In a statement provided to the Consortium Sunday morning, D.O.E. said, "The Virgin Islands Department of Education condemns violence of any kind on its school campuses, and is serious about school safety, school bus safety and the steps needed to improve both. As the VIDE is committed to improving student safety on our campuses, exterminating students’ maladaptive behaviors one at a time, as opposed to eradicating the entire nest, has proven to be ineffective. It is time for the Virgin Islands community to acknowledge that our children’s behavior is a reflection of problems in our larger society. Children behave according to what they see and experience, and not what they are told. They solve problems the way they see adults resolve their issues."

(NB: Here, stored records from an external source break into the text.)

// `sheetmill accuracy DEM POINTS`: test a DEM against surveyed check points (NSSDA, ASPRS 2014,
// NMAS 1947). Thin: options into an AccuracyRequest, the library does the rest.
#include <cstdio>
#include <memory>

#include "app/commands.hpp"
#include "app/option_checks.hpp"
#include "sheetmill/accuracy/check_points.hpp"
#include "sheetmill/accuracy/run.hpp"

namespace sheetmill::app {

namespace {

struct AccuracyInput {
  accuracy::AccuracyRequest request;
  std::string points_crs, height_unit = "m", dem_crs, z_unit, vegetated;
  std::string map_positions, map_layer, map_id_field;
};

std::vector<std::string> split_commas(const std::string& s) {
  std::vector<std::string> out;
  std::size_t from = 0;
  while (from <= s.size()) {
    std::size_t to = s.find(',', from);
    if (to == std::string::npos) to = s.size();
    if (to > from) out.push_back(s.substr(from, to - from));
    from = to + 1;
  }
  return out;
}

}  // namespace

void add_accuracy_command(CLI::App& app, Action& action, const GlobalOptions& global) {
  auto in = std::make_shared<AccuracyInput>();
  auto& r = in->request;
  CLI::App* cmd =
      app.add_subcommand("accuracy",
                         "Test a DEM against surveyed check points: RMSE, NSSDA 95 % accuracy, the "
                         "finest contour interval it supports");
  cmd->add_option("DEM", r.dem, "Elevation raster (any GDAL raster, any CRS)")
      ->required()
      ->type_name("FILE");
  cmd->add_option("POINTS", r.points.path, "Check points with surveyed heights (any OGR source)")
      ->required()
      ->type_name("FILE");
  cmd->add_option("--layer", r.points.layer, "Layer of POINTS (default: the first point layer)");
  cmd->add_option("--height-field", r.points.height_field,
                  "Field of surveyed heights (default: elevation_m, elevation, height_m, height "
                  "or z)");
  cmd->add_option("--id-field", r.points.id_field, "Field naming each point (default: id)");
  cmd->add_option("--points-crs", in->points_crs, "The points' CRS when the file states none");
  cmd->add_option("--height-unit", in->height_unit, "Unit of the surveyed heights: m, ft, us-ft")
      ->check(one_of({"m", "ft", "us-ft"}))
      ->type_name("UNIT")
      ->capture_default_str();
  cmd->add_option("--dem-crs", in->dem_crs, "The DEM's CRS when the file states none");
  cmd->add_option("--z-unit", in->z_unit, "The DEM's height unit when the file does not say")
      ->check(one_of({"m", "ft", "us-ft"}))
      ->type_name("UNIT");
  cmd->add_option("--cover-field", r.points.cover_field,
                  "Field of land-cover classes (splits vegetated and non-vegetated ground)");
  cmd->add_option("--vegetated", in->vegetated,
                  "Comma-separated land-cover classes that are vegetated (with --cover-field)");
  cmd->add_option("--map-positions", in->map_positions,
                  "The same points as the map shows them (matched by ID): horizontal accuracy");
  cmd->add_option("--map-layer", in->map_layer, "Layer of --map-positions");
  cmd->add_option("--map-id-field", in->map_id_field,
                  "ID field of --map-positions (default: the --id-field)");
  cmd->add_option("--residuals", r.residuals_out, "Write the residuals: .csv or .gpkg");
  cmd->add_option("--report", r.report_out, "Write a one-page report: .pdf or .png");
  cmd->add_option("--date", r.options.date, "Date of the test for the statement (YYYY-MM-DD)");
  cmd->callback([&action, &global, in] {
    action = [&global, in] {
      auto& req = in->request;
      if (!in->points_crs.empty()) req.points.crs = in->points_crs;
      req.points.height_unit_m = accuracy::height_unit_metres(in->height_unit, "--height-unit");
      if (!in->dem_crs.empty()) req.options.dem.assumed_crs = in->dem_crs;
      if (!in->z_unit.empty()) req.options.dem.vertical_unit = in->z_unit;
      req.options.vegetated_classes = split_commas(in->vegetated);
      if (!in->map_positions.empty()) {
        accuracy::CheckPointSource m;
        m.path = in->map_positions;
        m.layer = in->map_layer;
        m.id_field = in->map_id_field.empty() ? req.points.id_field : in->map_id_field;
        m.crs = req.points.crs;
        req.map_positions = m;
      }
      accuracy::AccuracyOutcome out = accuracy::run_accuracy(req);
      if (!global.quiet) std::fputs(out.summary.c_str(), stdout);
      return 0;
    };
  });
}

}  // namespace sheetmill::app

The statement also said, "As we address these very serious issues at Central High and many of our schools across the territory, the good work of the majority of our students who work hard and display good citizenship should not be overshadowed. On Mon. Feb. 10 beginning at 9:30 a.m., 238 students who achieved Honor Roll status in the 2nd Marking Period will be recognized and receive certificates."

As for school monitors, there were 57 in the St. Croix District as of Friday. Mr. Somme said training has been scheduled for June 8-12th. He also said that monitors would soon be wearing uniforms so they could be easily identified by students.

D.O.E. officials also revealed that there were 54 students enrolled in the Alternative Education program, which does not include the Youth Rehabilitation Program.

Senator Kenneth Gittens was more critical of the education department, telling its officials during the hearing,"We need to stop dreaming and wake up, because the world has changed drastically." He reminded the testifiers of school principals of the past, including current Senator Kurt Vialet, stating that those principals had known every student by name and would have been aware of most potential brawls before they took place — and would have alerted law enforcement to intervene. The senator's comments suggested he believed that current school leaders were too nonchalant in their approach. 

"I don't understand what's going on today," he said. "And we have social media right now that's the best tool to law enforcement, and I don't think we're maximizing it to the extent possible."

Mr. Gittens, who had a video of a recent incident, said he shared the video with several testifiers at the hearing, including recently named Police Chief Sidney Elskoe. The senator then asked the chief to describe what he saw.

"I saw a school bus full of students. There were two males in the bus that appeared to not be students... they appeared to be verbally assaulting the students. They walked out of the rear door of the bus and left the area," Chief Elskoe said.

Mr. Gittens responded: "I don't have no small children going to school now, but this is a serious concern to me, and it should be a serious concern to you all."

The Department of Education did not provide details of school bus incidents. Mr. Somme said because of the manner in which the school system is currently structured, "there is no mechanism in the platform to report school bus incidents."